> Entries shown:
════

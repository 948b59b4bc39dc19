"""The process in which jobs run."""

from __future__ import annotations

import shutil
from pathlib import Path

import pytest

import lineproof
from lineproof.environment import kernels_digest, settle

PACKAGE = Path(lineproof.__file__).parent


@pytest.mark.parametrize("module", ["stats/window_alone.py", "intake/plain.py"])
def test_kernels_are_kept_by_all_code_they_may_be_built_of(tmp_path: Path, module: str) -> None:
    for folder in ("stats", "intake"):
        shutil.copytree(PACKAGE / folder, tmp_path / folder)
    assert kernels_digest(tmp_path) == kernels_digest(PACKAGE)
    with (tmp_path / module).open("a", encoding="utf-8") as file:
        file.write("# changed\n")
    assert kernels_digest(tmp_path) != kernels_digest(PACKAGE)


def test_every_kernel_lies_where_it_is_looked_for() -> None:
    holds = {file for file in PACKAGE.rglob("*.py") if "njit" in file.read_text(encoding="utf-8")}
    assert holds
    parts = {file.relative_to(PACKAGE).parts[0] for file in holds}
    assert parts <= {"stats", "intake", "environment.py"}


def test_a_chosen_folder_stays() -> None:
    environ = {"NUMBA_CACHE_DIR": "mine"}
    settle(environ)
    assert environ["NUMBA_CACHE_DIR"] == "mine"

════

> The task:
Among the records, find the lines that contain "stats" and copy each of them.

> Solution for this task:
@pytest.mark.parametrize("module", ["stats/window_alone.py", "intake/plain.py"])
    for folder in ("stats", "intake"):
    assert parts <= {"stats", "intake", "environment.py"}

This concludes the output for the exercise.